EXERCISE AIM → What appears from the first line of the data below through the line containing "fingerprint checked against", both included, should be copied exactly, and nothing else.

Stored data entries

*** Begin section ***

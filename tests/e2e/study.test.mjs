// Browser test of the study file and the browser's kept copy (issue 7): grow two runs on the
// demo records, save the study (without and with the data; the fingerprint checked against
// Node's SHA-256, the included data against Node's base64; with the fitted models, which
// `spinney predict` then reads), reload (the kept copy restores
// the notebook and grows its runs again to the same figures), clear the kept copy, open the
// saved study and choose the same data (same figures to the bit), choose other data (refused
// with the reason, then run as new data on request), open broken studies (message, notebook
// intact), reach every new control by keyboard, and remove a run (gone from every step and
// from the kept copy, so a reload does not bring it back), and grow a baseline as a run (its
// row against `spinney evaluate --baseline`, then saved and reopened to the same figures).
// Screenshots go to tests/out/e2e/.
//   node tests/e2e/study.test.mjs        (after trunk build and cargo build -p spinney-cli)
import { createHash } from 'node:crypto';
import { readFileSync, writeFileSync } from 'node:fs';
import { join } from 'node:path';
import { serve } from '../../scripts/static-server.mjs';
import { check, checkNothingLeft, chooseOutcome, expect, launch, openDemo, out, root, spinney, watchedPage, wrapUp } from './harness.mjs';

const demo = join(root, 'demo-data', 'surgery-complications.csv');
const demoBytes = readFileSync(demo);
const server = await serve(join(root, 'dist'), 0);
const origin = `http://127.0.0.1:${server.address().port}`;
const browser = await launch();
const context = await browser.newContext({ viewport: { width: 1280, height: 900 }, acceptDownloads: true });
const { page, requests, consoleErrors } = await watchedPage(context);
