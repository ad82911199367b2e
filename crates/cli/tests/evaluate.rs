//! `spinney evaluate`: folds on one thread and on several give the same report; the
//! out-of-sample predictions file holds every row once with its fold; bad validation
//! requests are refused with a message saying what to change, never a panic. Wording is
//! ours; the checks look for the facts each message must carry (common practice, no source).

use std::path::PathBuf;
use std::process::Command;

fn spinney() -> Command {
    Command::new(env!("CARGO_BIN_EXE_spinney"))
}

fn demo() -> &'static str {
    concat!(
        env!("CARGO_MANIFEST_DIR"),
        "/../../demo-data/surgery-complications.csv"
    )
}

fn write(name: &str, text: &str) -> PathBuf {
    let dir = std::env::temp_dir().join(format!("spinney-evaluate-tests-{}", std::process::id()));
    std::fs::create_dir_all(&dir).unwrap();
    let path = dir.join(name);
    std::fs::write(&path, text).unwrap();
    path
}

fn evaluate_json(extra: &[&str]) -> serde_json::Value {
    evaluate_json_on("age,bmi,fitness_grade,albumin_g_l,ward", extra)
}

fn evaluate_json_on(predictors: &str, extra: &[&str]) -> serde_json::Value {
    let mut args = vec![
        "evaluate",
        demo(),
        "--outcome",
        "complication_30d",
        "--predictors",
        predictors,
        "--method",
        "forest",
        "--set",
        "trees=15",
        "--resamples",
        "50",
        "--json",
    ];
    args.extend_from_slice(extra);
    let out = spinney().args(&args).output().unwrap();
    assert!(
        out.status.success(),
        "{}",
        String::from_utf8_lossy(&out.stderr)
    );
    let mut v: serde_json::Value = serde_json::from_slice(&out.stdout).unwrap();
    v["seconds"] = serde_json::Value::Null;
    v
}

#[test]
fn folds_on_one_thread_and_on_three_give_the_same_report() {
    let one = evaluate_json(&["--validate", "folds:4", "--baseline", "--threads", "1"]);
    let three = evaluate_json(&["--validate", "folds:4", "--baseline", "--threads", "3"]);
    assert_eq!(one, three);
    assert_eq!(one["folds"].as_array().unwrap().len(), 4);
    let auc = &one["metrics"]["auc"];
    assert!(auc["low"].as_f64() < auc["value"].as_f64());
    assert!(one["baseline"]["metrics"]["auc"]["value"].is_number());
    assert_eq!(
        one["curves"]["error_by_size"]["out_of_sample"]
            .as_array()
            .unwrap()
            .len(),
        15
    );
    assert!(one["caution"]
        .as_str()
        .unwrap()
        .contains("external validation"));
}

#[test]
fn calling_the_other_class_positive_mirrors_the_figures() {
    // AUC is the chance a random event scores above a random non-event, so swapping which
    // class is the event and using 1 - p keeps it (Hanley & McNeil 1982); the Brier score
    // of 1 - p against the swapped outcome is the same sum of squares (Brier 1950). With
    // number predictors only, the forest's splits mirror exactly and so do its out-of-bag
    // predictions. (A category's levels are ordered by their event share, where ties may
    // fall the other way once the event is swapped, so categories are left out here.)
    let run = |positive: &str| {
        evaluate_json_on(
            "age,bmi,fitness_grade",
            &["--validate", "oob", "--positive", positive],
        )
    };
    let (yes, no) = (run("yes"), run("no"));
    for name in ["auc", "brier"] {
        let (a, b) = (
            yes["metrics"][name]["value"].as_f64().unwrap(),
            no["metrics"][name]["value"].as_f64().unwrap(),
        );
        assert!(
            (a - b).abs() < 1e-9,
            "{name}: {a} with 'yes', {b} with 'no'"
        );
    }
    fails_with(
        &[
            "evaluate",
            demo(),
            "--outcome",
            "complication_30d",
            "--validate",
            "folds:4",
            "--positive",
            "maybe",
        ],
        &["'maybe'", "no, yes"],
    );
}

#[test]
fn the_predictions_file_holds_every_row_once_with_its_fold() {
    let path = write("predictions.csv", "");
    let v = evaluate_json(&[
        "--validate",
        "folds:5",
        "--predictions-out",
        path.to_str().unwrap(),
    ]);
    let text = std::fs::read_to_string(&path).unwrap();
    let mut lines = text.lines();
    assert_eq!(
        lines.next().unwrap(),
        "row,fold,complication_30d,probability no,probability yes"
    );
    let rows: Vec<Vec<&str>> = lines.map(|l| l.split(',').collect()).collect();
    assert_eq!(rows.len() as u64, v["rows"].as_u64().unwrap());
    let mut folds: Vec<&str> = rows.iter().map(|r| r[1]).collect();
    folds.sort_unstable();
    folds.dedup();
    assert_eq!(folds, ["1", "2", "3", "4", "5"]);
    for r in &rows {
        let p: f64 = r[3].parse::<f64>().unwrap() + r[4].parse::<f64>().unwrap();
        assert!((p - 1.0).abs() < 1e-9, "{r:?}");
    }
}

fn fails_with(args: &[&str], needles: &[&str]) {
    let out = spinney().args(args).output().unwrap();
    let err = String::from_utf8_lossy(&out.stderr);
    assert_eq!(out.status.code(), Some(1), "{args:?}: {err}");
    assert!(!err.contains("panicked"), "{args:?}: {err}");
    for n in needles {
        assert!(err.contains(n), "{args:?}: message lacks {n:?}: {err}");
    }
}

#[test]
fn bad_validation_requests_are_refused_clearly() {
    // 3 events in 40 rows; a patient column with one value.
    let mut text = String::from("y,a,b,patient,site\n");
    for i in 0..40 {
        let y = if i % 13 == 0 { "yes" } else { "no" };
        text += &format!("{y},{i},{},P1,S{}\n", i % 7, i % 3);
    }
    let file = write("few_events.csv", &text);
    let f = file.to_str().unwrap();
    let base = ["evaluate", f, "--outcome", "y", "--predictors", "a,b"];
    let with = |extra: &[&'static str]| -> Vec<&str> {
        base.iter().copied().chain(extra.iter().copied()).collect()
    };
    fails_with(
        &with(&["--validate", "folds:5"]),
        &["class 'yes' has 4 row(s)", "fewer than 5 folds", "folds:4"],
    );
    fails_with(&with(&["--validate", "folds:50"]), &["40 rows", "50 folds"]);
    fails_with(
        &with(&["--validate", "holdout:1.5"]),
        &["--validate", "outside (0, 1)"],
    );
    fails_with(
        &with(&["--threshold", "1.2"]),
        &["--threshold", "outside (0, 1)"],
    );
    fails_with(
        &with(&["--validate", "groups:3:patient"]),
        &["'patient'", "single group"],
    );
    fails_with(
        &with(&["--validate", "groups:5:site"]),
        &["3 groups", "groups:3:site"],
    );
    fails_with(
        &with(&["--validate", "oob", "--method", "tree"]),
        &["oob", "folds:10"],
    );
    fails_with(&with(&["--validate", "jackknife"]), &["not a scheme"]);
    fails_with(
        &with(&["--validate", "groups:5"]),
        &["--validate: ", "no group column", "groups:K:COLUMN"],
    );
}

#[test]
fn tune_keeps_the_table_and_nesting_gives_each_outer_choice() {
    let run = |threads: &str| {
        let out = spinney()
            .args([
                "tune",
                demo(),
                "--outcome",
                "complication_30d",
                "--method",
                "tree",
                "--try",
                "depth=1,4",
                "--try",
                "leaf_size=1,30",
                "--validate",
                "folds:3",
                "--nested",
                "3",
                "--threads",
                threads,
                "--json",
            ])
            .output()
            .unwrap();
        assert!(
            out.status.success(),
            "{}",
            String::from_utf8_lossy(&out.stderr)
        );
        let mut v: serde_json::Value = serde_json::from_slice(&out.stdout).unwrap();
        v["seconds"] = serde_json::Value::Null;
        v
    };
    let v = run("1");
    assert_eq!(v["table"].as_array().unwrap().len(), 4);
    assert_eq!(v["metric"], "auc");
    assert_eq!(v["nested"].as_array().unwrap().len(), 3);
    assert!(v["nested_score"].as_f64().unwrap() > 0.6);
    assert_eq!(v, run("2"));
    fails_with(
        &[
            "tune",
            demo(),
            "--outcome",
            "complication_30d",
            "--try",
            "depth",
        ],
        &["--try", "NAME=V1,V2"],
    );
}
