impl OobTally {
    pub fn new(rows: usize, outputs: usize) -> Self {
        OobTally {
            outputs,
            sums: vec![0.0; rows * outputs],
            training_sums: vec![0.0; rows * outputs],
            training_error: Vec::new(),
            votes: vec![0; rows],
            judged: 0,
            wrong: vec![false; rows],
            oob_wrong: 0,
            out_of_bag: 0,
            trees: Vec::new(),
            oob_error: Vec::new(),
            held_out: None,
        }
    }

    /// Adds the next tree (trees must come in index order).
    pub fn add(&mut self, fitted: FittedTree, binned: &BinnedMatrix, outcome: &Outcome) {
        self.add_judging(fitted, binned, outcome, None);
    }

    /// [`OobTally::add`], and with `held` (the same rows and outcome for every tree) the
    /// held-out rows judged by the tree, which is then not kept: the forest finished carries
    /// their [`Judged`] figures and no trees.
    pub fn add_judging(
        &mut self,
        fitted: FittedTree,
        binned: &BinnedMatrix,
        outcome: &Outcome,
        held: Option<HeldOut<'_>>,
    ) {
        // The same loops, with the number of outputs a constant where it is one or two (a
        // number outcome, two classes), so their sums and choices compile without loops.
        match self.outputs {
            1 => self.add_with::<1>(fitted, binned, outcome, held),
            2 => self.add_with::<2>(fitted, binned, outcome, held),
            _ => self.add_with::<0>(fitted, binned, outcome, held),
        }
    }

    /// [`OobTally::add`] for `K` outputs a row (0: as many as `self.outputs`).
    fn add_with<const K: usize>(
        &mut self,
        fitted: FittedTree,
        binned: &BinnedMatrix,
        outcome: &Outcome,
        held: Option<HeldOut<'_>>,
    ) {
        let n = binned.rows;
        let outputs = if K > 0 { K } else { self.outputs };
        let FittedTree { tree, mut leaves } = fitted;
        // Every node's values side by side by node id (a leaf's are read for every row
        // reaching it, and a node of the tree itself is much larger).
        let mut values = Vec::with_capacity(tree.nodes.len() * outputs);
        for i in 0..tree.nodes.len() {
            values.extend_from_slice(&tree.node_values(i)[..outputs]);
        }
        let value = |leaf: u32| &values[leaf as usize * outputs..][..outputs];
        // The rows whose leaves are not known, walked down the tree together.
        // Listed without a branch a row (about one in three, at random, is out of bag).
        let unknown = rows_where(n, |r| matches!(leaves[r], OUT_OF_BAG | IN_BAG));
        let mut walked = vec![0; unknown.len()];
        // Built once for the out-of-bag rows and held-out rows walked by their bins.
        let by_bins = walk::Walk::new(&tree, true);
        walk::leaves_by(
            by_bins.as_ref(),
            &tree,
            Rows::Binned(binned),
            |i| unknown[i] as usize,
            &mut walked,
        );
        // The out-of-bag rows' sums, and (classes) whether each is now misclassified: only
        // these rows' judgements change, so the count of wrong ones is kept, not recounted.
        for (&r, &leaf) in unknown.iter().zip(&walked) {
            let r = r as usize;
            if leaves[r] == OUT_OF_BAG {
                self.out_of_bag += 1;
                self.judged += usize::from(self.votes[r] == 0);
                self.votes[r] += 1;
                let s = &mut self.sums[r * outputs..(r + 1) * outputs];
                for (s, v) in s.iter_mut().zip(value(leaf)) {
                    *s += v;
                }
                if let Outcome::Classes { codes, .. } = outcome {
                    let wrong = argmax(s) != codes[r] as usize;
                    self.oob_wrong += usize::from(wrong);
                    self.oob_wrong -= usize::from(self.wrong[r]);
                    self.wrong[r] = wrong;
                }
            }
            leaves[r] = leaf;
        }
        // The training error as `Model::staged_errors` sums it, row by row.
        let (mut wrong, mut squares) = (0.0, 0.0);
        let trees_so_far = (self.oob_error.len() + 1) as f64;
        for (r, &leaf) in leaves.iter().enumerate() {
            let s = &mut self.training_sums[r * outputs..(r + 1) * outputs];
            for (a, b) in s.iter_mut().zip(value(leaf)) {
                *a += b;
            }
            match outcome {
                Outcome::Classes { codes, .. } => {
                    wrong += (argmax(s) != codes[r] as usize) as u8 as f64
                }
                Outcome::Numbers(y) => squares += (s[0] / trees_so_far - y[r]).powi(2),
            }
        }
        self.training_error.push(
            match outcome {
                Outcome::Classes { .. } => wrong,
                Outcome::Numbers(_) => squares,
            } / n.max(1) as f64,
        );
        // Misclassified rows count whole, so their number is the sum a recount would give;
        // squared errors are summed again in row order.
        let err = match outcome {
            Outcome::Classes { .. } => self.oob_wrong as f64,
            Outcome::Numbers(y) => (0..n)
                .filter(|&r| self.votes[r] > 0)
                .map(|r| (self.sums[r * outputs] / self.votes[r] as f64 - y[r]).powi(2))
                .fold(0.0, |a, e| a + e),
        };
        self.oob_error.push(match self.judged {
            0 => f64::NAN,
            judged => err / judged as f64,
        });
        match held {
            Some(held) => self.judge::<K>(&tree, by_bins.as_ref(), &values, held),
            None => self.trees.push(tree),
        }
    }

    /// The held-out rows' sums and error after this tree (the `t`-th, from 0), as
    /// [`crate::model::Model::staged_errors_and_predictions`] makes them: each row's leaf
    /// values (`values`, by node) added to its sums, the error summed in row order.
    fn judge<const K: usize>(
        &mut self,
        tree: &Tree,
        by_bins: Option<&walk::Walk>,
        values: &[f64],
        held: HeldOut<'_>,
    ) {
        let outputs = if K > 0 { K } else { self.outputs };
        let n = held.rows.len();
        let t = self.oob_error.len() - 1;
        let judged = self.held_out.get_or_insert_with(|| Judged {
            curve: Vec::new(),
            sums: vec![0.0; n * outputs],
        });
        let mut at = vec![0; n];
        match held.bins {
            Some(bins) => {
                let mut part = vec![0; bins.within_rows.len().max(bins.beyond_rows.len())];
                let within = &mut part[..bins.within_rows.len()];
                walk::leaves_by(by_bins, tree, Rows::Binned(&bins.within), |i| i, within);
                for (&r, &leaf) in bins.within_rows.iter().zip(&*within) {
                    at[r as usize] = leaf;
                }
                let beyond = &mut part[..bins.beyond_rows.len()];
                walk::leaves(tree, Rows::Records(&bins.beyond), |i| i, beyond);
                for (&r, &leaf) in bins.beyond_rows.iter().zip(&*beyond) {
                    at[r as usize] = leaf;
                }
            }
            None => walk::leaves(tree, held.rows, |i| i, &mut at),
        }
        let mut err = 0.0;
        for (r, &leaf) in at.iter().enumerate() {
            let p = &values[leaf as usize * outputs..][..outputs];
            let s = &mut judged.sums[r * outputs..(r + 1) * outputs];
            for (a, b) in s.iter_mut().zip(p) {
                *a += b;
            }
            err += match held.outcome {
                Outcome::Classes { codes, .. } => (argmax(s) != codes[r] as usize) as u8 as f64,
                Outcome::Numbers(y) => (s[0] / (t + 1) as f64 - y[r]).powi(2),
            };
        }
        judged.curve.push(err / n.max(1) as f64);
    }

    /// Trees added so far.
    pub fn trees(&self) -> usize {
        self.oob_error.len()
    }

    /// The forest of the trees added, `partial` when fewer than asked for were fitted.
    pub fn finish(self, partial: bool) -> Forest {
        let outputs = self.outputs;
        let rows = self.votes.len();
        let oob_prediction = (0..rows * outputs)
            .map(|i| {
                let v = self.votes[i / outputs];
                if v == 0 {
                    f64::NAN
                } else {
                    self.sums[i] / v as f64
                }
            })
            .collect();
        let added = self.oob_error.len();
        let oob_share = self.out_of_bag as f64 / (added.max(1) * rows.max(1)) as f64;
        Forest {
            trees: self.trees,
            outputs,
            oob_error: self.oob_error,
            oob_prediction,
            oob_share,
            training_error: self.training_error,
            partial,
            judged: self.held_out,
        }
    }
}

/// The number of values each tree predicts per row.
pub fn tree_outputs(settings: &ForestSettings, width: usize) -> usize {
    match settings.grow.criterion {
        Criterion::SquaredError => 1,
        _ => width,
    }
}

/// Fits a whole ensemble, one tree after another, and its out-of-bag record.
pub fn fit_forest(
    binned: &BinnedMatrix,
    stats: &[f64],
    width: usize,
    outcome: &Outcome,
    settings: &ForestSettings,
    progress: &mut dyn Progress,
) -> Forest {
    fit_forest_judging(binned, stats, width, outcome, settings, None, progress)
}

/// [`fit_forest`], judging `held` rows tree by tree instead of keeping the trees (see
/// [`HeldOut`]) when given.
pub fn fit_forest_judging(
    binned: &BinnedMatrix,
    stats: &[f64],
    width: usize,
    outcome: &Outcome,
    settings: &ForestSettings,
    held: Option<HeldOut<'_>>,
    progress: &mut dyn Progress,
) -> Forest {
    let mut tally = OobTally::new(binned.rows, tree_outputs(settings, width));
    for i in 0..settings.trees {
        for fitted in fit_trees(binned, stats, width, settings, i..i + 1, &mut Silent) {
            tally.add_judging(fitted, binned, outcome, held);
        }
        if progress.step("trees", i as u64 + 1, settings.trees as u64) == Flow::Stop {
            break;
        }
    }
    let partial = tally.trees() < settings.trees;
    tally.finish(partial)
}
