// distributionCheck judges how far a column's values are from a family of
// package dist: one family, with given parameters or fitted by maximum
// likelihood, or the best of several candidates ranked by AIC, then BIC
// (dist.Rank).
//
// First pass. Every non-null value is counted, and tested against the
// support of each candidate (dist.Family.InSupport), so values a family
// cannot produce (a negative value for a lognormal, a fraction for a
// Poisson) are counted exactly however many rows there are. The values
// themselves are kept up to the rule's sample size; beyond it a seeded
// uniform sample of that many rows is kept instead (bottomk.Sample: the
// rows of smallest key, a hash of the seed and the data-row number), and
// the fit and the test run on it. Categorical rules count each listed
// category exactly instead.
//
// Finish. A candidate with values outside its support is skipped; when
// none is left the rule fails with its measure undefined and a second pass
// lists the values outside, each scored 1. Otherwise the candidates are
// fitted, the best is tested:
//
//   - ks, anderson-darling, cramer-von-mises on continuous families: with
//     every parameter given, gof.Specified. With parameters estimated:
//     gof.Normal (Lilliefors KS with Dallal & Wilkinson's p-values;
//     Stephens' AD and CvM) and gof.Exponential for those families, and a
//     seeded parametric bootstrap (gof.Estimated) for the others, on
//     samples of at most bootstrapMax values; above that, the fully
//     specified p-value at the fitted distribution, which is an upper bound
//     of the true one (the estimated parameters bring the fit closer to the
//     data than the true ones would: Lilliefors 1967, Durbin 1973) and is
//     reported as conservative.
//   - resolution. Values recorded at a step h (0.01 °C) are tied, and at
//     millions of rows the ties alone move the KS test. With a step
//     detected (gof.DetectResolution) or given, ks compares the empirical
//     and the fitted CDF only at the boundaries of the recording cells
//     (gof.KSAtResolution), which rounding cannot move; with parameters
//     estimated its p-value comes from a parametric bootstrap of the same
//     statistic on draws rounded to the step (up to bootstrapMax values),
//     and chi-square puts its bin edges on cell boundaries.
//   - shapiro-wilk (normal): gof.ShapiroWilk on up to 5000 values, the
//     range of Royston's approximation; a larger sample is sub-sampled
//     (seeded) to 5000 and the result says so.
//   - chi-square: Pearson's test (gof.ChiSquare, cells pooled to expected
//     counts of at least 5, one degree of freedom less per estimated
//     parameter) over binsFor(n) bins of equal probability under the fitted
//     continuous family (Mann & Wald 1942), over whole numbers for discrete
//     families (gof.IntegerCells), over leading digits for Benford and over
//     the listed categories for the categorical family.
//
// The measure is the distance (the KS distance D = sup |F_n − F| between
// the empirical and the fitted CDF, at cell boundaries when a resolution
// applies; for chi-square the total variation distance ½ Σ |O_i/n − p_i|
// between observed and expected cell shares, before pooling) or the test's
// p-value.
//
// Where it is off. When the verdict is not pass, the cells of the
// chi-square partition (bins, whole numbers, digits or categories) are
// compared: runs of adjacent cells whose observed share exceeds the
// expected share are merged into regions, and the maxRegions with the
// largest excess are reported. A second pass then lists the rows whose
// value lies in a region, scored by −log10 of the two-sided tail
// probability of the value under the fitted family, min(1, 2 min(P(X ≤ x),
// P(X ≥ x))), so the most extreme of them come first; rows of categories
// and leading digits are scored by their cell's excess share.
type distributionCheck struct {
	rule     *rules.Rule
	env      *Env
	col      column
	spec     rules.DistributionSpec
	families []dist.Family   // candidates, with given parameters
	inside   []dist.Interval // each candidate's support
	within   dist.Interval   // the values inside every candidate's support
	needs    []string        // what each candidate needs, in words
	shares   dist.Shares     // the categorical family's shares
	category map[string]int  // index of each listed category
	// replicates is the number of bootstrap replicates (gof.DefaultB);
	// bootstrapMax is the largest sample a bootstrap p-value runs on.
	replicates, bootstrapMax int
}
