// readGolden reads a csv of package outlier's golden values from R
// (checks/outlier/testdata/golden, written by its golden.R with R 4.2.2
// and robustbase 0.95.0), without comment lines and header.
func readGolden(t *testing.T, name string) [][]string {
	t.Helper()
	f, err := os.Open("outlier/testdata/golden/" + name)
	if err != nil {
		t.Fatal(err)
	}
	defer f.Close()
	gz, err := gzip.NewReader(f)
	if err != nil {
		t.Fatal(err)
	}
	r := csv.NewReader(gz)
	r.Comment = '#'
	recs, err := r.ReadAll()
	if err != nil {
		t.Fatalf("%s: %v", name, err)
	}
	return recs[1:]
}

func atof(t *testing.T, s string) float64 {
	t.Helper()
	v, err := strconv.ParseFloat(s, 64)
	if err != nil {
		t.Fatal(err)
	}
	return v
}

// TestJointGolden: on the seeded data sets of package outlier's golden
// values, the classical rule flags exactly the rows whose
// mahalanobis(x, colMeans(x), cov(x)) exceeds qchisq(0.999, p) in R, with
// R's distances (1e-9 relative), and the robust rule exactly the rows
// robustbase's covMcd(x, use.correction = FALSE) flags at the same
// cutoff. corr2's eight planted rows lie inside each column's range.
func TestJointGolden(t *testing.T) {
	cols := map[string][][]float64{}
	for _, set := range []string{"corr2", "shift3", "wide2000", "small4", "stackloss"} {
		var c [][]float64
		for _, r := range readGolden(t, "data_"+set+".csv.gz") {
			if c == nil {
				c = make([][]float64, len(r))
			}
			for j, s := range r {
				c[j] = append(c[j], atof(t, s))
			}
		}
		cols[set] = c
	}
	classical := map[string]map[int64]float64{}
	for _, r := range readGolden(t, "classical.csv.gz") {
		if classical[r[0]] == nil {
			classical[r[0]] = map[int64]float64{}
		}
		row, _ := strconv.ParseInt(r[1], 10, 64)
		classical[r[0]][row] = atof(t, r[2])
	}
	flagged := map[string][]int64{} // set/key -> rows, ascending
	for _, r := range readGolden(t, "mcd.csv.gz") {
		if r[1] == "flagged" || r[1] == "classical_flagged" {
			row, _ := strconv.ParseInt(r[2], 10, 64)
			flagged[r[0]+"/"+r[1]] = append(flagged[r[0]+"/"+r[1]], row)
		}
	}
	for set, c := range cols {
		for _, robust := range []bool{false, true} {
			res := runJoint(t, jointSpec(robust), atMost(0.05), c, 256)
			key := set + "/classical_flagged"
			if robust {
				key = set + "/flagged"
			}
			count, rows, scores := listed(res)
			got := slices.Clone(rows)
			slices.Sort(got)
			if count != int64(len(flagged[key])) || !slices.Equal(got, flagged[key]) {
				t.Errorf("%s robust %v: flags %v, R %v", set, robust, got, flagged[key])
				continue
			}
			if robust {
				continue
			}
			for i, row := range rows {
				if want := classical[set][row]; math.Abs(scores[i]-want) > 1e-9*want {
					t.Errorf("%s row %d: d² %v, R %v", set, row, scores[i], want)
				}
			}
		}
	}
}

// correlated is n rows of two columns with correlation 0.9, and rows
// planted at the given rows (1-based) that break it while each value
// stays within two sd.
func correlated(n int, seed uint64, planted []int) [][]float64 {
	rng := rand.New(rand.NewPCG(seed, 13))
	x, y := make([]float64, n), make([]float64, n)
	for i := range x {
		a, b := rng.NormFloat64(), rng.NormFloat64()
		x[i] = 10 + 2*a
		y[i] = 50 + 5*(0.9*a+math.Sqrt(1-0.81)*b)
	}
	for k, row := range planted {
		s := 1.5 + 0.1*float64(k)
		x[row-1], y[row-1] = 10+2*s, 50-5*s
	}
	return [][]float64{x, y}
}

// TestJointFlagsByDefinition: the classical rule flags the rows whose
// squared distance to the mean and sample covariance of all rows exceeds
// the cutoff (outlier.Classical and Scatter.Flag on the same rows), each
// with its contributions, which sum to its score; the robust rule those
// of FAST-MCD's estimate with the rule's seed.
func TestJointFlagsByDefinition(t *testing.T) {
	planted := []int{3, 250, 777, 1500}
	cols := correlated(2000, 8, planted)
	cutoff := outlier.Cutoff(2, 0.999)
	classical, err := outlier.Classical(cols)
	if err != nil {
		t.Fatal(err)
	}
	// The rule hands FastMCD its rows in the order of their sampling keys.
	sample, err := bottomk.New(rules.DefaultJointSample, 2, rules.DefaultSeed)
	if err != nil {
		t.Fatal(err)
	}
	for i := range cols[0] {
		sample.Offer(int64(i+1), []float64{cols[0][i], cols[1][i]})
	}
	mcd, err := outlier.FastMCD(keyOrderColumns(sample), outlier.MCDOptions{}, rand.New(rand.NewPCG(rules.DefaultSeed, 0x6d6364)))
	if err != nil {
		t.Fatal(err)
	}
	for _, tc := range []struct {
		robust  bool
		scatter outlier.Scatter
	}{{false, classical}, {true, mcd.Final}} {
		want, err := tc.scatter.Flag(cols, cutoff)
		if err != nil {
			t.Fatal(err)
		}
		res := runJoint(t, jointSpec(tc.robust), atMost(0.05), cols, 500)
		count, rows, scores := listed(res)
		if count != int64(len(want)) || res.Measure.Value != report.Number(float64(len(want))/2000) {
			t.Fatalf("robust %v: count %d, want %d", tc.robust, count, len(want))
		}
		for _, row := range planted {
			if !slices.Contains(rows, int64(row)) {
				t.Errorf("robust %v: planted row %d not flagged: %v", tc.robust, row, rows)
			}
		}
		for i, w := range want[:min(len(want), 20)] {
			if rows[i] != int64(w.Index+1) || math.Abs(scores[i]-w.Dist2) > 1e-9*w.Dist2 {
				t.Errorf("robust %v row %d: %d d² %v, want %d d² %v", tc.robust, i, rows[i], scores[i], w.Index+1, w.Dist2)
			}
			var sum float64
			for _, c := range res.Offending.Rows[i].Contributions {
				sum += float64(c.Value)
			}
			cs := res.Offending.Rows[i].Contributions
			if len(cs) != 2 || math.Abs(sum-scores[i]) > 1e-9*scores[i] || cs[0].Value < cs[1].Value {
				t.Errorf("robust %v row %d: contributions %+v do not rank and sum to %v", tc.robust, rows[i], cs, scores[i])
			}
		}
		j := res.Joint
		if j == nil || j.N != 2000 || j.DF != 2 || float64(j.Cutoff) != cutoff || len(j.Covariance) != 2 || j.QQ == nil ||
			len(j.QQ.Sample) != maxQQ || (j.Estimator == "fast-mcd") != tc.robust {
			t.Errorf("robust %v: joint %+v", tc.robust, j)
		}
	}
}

*** End section ***

PROBLEM SOLUTION →
filename tests/e2e/study.test.mjs
// Browser test of the study file and the browser's kept copy (issue 7): grow two runs on the
// demo records, save the study (without and with the data; the fingerprint checked against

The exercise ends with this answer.